# [Work to be completed]
Please filter the entries for the word "function" and copy every line that has it.

◇ ◇ ◇ ◇

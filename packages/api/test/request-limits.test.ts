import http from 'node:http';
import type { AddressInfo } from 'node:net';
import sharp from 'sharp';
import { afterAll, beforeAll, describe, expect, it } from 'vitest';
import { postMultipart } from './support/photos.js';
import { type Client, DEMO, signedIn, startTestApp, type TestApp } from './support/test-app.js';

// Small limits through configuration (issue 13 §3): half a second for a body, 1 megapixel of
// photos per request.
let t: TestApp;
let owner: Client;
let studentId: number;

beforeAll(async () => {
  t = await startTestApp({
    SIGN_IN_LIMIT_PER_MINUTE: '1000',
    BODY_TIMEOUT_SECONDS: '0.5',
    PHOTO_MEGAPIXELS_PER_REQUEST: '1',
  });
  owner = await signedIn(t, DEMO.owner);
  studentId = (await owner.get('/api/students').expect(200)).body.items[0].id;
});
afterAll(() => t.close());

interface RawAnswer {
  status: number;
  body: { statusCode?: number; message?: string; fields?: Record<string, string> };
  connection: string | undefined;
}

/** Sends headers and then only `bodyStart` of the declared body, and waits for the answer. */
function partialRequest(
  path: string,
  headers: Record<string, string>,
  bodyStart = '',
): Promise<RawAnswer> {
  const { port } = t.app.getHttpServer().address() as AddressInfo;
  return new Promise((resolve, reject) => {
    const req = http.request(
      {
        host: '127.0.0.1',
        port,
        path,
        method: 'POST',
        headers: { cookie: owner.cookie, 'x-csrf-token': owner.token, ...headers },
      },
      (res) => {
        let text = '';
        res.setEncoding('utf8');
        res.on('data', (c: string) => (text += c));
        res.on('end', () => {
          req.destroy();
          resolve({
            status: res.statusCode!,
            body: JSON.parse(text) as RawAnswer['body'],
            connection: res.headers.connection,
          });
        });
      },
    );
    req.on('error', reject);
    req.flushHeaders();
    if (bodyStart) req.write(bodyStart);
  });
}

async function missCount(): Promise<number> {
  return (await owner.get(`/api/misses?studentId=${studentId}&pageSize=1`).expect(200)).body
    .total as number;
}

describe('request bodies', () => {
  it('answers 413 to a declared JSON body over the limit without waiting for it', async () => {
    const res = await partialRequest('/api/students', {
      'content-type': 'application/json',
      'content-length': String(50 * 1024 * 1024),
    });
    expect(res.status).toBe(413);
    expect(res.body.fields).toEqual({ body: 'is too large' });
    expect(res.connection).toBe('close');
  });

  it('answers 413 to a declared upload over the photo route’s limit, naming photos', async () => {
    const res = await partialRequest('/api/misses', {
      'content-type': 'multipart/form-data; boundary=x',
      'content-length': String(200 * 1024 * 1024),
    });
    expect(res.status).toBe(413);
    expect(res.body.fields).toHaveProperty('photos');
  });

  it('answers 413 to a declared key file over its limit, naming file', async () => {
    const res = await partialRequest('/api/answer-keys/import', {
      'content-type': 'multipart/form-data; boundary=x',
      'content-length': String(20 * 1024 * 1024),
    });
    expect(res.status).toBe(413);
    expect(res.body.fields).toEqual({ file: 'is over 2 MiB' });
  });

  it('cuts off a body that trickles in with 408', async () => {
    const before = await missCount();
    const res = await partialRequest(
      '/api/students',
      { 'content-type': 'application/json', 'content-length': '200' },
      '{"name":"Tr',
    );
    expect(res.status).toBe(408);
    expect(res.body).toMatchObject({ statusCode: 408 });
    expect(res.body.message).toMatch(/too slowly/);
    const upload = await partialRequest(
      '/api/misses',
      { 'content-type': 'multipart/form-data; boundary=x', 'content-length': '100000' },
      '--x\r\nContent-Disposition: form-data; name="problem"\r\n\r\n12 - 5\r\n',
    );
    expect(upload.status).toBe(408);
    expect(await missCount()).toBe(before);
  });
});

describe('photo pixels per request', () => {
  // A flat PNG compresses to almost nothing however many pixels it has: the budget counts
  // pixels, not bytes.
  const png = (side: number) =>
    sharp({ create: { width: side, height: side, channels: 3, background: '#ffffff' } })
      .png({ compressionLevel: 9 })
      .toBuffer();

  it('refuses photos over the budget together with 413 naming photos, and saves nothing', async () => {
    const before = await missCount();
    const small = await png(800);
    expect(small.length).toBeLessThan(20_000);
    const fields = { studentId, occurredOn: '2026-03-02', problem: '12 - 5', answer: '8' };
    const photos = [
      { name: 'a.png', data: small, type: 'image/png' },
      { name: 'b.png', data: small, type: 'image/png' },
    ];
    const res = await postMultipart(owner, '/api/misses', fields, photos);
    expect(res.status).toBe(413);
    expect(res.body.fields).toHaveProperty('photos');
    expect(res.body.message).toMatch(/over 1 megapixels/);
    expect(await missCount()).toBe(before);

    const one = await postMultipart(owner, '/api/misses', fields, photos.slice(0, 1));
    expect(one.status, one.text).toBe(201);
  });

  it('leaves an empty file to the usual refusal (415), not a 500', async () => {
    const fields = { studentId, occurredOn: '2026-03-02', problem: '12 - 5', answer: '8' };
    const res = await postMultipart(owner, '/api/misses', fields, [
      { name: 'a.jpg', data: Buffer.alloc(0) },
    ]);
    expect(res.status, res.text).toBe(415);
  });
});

◇ ◇ ◇ ◇

# [Solved exercise]
function partialRequest(
async function missCount(): Promise<number> {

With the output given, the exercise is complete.